=== DATA TO PROCESS ===
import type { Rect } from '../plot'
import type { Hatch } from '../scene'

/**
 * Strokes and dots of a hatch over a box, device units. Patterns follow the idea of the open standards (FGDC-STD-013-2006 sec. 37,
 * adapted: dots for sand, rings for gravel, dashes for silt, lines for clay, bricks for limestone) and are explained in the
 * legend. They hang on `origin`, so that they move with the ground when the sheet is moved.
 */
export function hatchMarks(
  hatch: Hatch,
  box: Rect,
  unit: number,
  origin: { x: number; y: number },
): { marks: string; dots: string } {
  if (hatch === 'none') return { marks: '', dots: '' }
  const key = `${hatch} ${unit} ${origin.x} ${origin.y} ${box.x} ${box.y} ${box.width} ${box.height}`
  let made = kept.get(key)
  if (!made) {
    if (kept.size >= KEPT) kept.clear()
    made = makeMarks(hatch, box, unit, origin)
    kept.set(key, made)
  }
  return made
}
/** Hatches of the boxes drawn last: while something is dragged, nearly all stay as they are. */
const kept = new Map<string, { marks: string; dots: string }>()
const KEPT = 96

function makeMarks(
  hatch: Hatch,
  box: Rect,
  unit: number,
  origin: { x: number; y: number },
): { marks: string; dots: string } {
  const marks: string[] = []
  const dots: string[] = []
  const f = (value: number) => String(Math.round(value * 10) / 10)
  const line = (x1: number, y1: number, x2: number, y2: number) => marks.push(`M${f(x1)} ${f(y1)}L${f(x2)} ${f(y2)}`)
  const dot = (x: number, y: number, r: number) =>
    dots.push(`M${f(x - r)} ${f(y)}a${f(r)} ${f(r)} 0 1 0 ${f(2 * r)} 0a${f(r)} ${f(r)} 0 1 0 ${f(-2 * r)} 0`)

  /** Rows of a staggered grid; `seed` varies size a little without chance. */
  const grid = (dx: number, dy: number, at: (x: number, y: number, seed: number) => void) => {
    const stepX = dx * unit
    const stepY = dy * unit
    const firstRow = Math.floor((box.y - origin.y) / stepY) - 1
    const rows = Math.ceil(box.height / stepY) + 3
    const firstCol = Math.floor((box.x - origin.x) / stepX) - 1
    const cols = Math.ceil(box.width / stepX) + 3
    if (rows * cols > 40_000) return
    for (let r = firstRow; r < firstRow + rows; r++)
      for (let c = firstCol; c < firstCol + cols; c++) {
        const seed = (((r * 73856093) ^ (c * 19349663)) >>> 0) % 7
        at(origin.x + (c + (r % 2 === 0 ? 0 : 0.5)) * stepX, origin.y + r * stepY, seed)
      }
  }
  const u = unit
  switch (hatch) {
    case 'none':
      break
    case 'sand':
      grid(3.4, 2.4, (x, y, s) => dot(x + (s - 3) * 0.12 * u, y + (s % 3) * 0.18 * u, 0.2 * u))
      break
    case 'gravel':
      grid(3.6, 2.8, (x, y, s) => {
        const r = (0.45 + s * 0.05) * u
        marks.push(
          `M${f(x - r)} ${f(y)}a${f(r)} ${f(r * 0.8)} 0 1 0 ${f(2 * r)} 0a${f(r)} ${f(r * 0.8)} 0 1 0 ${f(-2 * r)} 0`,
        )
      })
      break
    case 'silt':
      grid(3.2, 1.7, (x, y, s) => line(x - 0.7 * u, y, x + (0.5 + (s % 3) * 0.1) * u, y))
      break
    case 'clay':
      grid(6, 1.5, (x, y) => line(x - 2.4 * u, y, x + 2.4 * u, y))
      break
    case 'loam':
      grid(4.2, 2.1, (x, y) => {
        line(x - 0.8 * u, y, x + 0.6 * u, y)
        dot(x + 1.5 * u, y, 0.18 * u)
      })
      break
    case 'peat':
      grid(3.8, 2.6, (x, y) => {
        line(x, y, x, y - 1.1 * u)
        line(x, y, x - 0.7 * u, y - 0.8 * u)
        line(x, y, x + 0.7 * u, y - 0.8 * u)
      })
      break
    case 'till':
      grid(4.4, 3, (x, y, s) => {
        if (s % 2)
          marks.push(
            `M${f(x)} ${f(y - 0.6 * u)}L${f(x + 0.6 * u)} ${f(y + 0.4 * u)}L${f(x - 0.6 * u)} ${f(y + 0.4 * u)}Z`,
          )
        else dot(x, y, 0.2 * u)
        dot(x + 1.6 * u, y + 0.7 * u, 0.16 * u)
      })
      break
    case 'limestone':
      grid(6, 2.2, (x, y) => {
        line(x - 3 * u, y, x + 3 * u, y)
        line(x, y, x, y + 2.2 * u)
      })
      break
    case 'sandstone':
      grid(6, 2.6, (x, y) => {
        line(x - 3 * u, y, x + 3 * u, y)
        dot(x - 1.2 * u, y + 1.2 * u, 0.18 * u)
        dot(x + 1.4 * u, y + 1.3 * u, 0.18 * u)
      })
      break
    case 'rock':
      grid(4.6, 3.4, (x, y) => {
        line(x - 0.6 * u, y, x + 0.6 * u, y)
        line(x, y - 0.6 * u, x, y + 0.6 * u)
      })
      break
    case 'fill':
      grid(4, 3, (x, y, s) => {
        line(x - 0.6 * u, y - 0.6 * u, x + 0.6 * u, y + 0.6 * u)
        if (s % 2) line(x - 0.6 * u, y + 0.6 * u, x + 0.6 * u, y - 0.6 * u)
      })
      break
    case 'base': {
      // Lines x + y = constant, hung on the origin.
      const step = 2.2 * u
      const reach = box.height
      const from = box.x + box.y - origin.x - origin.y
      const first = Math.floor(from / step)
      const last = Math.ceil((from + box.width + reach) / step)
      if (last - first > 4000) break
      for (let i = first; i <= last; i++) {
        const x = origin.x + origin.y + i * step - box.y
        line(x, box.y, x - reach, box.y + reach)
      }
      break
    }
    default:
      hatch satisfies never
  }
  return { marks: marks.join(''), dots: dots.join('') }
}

=== ASSIGNMENT ===
Word for word, restate the lines of the data above that fall between the line holding "they are. */" and the line holding "const f = (value: number)", inclusive, and no other lines.

=== RESPONSE TO THE TASK ===
/** Hatches of the boxes drawn last: while something is dragged, nearly all stay as they are. */
const kept = new Map<string, { marks: string; dots: string }>()
const KEPT = 96

function makeMarks(
  hatch: Hatch,
  box: Rect,
  unit: number,
  origin: { x: number; y: number },
): { marks: string; dots: string } {
  const marks: string[] = []
  const dots: string[] = []
  const f = (value: number) => String(Math.round(value * 10) / 10)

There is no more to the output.